##### Entries shown #####

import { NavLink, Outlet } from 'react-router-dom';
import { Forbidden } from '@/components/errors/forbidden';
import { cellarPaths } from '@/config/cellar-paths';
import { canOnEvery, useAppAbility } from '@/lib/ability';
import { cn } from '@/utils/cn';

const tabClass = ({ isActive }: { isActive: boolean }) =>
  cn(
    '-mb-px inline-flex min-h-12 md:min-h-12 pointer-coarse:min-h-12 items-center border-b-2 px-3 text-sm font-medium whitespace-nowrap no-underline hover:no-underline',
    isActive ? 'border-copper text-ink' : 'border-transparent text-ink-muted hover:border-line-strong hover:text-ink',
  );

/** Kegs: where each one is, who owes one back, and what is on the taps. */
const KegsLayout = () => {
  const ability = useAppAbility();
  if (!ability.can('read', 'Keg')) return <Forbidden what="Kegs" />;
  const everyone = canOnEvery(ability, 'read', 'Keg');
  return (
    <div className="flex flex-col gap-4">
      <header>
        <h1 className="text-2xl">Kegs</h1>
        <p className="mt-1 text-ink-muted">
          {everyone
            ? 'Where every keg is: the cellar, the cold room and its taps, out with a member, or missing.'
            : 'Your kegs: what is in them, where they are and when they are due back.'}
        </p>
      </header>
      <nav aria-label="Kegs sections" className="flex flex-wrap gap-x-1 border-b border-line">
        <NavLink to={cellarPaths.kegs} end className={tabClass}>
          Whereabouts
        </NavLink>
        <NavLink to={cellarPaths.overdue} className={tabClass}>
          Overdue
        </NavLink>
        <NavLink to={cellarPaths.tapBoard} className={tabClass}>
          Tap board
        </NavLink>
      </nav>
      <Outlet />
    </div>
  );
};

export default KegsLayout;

#####
##### Entries shown #####

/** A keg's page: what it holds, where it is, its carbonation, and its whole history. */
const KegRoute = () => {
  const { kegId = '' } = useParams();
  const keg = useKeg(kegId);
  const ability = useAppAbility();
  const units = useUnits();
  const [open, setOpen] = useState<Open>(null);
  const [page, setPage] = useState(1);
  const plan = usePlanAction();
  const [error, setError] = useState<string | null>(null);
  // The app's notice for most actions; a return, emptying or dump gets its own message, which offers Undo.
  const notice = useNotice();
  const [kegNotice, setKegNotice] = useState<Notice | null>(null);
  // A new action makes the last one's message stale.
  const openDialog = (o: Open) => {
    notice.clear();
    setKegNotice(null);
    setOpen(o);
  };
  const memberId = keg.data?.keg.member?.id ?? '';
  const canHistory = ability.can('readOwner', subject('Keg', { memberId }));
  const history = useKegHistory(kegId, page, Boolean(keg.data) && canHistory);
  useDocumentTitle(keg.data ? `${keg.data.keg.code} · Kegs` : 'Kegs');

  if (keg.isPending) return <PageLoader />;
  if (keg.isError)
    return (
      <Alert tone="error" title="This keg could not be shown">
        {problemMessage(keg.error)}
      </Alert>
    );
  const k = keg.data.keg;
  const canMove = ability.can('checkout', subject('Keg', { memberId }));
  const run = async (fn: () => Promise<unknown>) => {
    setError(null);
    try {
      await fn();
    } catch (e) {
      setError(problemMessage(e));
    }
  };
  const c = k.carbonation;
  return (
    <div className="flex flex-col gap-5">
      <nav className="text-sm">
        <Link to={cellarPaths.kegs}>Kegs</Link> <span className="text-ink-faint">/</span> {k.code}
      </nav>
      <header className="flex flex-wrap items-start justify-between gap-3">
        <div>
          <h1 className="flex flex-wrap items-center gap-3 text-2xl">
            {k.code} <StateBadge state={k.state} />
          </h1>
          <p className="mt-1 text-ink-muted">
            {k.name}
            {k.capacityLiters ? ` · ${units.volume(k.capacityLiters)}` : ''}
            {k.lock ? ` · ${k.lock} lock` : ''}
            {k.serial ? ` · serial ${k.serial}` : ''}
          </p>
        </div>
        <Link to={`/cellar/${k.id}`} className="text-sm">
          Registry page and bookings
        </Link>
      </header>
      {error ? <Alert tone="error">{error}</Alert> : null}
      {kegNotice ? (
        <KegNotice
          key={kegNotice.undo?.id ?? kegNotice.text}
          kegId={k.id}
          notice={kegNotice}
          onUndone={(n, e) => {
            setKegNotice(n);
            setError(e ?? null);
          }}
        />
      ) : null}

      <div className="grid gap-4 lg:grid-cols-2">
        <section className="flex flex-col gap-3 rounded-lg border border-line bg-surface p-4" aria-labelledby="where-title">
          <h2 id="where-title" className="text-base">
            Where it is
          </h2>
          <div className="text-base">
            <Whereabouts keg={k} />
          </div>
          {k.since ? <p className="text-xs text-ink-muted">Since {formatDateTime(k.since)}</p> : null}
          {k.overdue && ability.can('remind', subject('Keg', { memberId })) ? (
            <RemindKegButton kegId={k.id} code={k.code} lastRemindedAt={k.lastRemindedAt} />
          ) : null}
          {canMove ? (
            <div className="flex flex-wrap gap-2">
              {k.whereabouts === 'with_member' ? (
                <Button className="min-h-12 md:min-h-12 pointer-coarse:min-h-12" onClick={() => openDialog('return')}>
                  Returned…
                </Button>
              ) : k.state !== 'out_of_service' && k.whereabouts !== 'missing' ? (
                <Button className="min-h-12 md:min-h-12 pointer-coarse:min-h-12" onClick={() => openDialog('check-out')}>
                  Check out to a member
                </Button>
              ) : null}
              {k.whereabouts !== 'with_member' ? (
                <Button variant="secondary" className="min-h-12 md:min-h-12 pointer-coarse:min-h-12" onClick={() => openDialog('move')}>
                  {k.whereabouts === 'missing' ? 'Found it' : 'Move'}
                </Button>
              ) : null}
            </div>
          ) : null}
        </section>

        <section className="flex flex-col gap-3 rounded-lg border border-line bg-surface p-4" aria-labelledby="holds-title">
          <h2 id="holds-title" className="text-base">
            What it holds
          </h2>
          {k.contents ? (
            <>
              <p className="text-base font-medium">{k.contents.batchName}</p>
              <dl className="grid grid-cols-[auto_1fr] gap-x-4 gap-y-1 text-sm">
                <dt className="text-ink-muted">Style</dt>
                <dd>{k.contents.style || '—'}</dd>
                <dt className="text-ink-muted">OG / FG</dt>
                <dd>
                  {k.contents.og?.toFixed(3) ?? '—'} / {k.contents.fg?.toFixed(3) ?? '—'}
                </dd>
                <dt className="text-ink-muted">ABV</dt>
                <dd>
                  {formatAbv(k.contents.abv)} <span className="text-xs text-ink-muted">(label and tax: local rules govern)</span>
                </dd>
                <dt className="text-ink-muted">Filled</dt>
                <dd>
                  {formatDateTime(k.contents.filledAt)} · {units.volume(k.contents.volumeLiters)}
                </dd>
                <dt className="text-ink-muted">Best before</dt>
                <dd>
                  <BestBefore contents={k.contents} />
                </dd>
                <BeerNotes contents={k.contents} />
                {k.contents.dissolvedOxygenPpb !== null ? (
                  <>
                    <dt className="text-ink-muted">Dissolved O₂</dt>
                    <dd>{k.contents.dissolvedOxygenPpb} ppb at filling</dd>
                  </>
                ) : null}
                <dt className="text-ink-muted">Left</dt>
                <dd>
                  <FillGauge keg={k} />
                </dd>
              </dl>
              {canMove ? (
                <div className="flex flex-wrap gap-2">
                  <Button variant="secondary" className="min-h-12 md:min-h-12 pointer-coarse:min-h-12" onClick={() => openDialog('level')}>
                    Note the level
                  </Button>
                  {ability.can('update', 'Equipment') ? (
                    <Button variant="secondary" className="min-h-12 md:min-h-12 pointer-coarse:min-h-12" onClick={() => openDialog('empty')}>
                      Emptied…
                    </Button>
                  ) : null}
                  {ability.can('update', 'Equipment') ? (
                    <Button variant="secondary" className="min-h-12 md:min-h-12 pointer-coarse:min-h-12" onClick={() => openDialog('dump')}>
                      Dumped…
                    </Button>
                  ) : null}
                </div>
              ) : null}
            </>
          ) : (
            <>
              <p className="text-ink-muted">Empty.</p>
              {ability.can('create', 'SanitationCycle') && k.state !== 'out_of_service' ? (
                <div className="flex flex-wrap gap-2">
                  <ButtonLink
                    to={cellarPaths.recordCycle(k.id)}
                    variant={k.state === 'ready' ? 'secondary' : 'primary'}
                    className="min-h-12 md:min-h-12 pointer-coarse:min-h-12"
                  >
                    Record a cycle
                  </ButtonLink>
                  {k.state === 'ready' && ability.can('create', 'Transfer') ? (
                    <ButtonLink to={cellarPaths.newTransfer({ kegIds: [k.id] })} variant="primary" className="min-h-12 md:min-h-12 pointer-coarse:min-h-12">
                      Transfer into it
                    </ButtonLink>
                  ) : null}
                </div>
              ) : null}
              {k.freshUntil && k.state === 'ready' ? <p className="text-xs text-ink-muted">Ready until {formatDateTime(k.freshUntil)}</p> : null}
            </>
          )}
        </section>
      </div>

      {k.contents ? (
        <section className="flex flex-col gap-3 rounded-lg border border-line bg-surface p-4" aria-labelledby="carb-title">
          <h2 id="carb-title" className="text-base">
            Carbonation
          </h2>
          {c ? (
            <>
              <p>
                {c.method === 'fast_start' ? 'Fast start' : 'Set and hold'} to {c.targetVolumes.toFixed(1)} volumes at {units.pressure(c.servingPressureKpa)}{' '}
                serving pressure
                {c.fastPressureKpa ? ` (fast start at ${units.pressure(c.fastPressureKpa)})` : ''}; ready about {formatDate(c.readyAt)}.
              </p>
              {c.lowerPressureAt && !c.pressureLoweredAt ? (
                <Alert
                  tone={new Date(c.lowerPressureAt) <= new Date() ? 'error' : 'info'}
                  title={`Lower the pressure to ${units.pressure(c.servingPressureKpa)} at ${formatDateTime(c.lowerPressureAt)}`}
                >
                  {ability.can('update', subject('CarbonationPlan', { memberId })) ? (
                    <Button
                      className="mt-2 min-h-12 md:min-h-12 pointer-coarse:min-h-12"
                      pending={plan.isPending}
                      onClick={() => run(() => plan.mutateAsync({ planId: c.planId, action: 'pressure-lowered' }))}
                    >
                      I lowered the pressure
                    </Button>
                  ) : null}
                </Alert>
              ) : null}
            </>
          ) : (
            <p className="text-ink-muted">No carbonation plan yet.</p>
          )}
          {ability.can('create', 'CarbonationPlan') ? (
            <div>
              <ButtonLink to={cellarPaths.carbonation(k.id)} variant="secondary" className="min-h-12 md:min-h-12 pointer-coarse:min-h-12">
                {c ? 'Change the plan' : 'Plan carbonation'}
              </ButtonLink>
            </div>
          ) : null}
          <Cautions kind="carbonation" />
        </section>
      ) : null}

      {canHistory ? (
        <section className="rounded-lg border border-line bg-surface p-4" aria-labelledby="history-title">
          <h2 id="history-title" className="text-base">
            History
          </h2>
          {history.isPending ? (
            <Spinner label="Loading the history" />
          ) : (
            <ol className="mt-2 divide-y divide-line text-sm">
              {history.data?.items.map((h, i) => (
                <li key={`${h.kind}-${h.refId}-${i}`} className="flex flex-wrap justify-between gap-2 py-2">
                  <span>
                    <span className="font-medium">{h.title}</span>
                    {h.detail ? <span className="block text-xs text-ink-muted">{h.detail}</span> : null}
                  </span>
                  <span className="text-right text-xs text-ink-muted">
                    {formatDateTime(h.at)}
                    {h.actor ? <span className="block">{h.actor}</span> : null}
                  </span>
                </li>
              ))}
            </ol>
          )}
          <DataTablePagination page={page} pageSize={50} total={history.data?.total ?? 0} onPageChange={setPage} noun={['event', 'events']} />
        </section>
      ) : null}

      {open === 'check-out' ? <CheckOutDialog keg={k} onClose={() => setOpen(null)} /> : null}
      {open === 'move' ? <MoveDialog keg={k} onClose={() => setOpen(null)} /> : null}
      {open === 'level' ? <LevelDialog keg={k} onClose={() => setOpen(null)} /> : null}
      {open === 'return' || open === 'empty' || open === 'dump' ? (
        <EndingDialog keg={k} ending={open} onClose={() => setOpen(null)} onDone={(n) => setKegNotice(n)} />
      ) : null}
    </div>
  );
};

#####

- _Task description_
Return every line above where "center" appears.

- _Your solution_
    '-mb-px inline-flex min-h-12 md:min-h-12 pointer-coarse:min-h-12 items-center border-b-2 px-3 text-sm font-medium whitespace-nowrap no-underline hover:no-underline',
          <h1 className="flex flex-wrap items-center gap-3 text-2xl">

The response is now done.